=== Section Start ===
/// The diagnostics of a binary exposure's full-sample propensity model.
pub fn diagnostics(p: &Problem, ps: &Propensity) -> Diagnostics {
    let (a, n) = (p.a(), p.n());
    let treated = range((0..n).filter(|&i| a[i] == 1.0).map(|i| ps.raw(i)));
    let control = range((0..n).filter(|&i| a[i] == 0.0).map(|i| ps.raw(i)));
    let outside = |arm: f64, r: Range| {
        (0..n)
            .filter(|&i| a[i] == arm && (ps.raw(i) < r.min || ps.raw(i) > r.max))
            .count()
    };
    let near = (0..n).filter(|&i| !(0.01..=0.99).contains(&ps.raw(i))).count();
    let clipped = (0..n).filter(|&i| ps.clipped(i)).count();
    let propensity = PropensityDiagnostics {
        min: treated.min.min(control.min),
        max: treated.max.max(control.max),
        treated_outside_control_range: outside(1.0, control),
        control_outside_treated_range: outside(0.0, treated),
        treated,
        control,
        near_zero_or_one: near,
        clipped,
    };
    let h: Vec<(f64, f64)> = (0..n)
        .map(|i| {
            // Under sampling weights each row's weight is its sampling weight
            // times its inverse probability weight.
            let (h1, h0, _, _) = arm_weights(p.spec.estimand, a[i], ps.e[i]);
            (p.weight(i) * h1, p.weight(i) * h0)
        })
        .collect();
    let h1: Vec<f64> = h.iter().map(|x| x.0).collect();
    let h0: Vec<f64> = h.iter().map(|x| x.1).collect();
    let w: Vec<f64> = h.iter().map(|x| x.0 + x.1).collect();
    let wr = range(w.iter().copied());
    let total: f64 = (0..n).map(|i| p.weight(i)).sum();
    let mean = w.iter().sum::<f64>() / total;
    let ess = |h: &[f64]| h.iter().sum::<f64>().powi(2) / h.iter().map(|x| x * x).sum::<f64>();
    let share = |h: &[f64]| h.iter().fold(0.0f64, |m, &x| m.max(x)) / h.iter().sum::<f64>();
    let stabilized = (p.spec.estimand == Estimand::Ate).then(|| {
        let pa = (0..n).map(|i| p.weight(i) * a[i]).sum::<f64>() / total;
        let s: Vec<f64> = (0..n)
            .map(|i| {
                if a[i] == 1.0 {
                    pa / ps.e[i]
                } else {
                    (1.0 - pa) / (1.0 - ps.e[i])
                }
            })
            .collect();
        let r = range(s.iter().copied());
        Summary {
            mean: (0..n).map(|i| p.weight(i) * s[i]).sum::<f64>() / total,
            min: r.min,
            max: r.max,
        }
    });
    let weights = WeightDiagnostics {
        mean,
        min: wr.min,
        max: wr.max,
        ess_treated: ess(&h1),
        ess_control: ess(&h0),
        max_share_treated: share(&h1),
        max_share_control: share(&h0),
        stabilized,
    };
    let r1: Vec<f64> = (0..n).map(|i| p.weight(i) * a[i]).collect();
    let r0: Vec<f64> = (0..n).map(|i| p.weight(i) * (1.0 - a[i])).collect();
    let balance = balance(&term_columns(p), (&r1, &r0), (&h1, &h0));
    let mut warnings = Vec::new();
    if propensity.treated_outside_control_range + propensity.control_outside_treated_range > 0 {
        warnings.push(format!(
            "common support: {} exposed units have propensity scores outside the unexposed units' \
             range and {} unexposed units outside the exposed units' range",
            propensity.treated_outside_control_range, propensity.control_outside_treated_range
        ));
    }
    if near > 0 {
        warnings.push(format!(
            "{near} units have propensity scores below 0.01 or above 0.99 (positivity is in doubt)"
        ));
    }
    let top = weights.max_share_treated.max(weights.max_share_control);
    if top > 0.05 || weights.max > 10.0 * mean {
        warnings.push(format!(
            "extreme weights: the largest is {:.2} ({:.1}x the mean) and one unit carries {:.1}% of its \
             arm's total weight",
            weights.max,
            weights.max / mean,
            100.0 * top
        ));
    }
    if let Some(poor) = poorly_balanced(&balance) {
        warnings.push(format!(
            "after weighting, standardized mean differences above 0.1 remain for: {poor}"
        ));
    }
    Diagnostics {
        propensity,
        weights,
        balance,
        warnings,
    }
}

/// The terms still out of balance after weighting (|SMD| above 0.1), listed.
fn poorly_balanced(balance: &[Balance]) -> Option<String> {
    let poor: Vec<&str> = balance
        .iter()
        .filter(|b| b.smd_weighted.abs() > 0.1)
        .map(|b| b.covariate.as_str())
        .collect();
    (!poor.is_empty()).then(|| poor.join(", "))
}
=== Section End ===
— Exercise description —
Find where the line with "let (h1, h0, _, _)" sits in the material above, then copy exactly from it through the line with "let h0: Vec<f64>". Add no other line.

— Finished exercise —
            let (h1, h0, _, _) = arm_weights(p.spec.estimand, a[i], ps.e[i]);
            (p.weight(i) * h1, p.weight(i) * h0)
        })
        .collect();
    let h1: Vec<f64> = h.iter().map(|x| x.0).collect();
    let h0: Vec<f64> = h.iter().map(|x| x.1).collect();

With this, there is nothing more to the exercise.